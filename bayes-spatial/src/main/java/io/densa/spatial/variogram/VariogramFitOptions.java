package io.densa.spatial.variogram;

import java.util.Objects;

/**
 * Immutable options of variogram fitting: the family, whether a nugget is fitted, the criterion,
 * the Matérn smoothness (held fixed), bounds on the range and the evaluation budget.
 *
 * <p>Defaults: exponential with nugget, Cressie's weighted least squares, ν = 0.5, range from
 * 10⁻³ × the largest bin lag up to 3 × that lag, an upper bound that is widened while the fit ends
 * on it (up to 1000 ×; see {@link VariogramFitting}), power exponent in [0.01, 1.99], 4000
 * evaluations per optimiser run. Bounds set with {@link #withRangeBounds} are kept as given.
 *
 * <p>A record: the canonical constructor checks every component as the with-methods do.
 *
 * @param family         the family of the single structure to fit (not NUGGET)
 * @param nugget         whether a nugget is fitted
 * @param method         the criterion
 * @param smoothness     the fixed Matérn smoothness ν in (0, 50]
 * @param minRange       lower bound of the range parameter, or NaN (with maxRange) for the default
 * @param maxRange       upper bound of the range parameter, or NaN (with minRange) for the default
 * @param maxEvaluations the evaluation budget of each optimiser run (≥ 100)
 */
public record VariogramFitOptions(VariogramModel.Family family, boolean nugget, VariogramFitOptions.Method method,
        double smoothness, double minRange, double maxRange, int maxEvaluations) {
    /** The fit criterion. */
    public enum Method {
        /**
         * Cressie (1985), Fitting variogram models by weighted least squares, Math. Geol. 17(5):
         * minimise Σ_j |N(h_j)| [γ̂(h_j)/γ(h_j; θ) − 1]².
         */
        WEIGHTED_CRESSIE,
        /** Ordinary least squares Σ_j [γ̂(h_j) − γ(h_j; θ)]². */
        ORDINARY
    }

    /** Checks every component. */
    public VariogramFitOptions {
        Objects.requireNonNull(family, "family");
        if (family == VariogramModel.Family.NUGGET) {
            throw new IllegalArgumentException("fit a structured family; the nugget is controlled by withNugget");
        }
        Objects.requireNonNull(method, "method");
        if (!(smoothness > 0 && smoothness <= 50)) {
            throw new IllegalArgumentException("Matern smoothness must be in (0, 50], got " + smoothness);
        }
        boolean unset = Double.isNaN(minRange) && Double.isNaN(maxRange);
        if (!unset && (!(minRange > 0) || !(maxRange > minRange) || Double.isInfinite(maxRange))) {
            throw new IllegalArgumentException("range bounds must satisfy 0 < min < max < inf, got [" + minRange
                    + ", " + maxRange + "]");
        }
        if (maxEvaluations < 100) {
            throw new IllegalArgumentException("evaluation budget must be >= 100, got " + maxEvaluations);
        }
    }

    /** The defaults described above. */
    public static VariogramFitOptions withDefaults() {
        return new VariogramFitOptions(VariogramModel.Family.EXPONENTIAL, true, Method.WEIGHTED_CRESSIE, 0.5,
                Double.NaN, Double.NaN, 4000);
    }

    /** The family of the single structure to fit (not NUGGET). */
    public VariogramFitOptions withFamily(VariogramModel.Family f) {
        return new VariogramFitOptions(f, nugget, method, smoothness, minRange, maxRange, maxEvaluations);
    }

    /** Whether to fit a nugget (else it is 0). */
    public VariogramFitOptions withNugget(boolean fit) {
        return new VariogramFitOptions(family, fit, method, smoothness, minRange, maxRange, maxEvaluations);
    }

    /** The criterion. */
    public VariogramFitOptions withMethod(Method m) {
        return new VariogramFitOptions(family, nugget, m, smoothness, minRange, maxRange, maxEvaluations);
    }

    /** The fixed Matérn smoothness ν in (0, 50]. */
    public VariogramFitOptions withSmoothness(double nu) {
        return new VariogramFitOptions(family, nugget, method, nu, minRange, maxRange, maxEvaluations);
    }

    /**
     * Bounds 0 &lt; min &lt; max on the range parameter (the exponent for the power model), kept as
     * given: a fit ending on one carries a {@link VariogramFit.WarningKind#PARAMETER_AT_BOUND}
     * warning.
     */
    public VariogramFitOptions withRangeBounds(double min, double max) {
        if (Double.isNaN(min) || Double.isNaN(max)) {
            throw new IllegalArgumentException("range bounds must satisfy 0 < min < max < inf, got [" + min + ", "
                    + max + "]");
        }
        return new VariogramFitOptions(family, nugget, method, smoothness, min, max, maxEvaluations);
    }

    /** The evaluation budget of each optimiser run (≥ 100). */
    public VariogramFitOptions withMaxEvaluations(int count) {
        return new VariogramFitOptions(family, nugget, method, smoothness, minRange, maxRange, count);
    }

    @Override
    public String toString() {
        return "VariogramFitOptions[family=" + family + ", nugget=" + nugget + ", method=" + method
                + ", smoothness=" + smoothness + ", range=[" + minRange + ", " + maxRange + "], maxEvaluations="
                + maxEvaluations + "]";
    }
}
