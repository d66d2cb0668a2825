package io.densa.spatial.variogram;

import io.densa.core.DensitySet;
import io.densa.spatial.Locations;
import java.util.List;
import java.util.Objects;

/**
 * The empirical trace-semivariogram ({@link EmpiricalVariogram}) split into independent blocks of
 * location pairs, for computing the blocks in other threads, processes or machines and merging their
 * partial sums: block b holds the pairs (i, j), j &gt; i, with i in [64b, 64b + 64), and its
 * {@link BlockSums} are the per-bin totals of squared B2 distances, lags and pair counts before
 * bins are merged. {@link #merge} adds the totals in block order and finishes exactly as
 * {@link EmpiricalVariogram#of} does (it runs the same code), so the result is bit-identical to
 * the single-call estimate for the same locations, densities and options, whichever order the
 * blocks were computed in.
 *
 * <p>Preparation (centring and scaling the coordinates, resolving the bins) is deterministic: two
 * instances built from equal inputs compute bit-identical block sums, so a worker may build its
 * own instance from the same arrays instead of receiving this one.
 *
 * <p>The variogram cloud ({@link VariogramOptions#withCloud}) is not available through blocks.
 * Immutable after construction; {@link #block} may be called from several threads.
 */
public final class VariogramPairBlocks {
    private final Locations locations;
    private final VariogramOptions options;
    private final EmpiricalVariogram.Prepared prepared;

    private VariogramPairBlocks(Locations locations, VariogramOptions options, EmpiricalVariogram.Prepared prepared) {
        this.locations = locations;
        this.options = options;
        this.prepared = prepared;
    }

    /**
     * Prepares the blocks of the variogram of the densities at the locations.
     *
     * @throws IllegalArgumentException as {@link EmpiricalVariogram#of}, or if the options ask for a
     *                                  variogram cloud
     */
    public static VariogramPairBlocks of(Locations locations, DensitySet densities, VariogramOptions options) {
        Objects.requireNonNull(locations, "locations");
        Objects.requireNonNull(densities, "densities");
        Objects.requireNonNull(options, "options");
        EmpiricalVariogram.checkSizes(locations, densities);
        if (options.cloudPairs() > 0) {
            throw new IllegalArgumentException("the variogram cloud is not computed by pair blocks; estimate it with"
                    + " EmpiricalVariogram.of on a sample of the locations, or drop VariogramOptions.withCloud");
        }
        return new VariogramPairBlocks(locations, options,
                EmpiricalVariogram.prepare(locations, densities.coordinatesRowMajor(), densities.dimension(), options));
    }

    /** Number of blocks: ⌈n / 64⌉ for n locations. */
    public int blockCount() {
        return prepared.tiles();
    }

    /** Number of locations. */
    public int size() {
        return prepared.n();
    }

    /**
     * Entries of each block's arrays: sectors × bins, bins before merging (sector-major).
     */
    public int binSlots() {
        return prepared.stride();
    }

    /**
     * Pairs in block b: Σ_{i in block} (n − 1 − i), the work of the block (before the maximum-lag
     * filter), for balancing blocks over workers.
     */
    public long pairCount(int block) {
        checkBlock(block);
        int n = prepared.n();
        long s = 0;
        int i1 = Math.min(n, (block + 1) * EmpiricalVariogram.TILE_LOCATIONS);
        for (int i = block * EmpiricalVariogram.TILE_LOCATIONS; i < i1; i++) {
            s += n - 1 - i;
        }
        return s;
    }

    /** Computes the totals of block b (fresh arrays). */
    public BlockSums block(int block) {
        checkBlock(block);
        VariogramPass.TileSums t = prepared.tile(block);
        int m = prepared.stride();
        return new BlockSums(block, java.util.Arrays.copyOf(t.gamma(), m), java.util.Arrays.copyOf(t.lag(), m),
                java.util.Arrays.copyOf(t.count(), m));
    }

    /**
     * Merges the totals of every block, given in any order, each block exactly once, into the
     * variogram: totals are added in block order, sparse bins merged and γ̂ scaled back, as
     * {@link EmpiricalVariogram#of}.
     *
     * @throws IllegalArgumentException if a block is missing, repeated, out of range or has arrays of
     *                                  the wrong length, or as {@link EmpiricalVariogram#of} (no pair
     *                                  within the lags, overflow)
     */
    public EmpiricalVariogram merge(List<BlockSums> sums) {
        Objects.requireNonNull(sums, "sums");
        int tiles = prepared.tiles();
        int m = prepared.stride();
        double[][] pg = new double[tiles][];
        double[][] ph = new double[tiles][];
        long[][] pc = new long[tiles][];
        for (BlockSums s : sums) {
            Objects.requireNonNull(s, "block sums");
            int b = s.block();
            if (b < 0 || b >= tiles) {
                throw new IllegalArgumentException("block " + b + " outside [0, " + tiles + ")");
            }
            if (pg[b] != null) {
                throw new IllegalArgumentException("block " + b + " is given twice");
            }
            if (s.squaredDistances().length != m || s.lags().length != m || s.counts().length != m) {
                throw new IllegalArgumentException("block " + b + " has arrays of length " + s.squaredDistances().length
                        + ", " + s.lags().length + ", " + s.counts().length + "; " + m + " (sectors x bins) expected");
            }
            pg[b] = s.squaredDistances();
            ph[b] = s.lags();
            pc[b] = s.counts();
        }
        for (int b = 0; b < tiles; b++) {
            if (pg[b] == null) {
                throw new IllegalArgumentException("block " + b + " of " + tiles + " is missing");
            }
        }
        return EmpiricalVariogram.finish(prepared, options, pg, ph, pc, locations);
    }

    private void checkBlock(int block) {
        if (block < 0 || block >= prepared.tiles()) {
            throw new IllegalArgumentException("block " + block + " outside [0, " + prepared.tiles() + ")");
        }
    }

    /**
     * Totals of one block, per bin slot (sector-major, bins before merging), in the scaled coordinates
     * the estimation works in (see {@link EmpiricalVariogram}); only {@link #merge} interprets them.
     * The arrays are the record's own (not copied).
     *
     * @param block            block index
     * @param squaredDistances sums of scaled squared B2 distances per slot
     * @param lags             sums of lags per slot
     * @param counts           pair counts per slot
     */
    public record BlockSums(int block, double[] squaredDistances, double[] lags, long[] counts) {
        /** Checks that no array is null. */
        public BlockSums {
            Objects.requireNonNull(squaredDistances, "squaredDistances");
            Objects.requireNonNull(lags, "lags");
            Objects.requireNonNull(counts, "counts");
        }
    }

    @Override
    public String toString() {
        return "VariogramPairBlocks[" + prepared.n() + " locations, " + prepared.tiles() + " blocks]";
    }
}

§ REQUIREMENT
From the entries above, copy each line holding "VariogramPairBlocks".

§ RESULT OF THIS TASK
public final class VariogramPairBlocks {
    private VariogramPairBlocks(Locations locations, VariogramOptions options, EmpiricalVariogram.Prepared prepared) {
    public static VariogramPairBlocks of(Locations locations, DensitySet densities, VariogramOptions options) {
        return new VariogramPairBlocks(locations, options,
        return "VariogramPairBlocks[" + prepared.n() + " locations, " + prepared.tiles() + " blocks]";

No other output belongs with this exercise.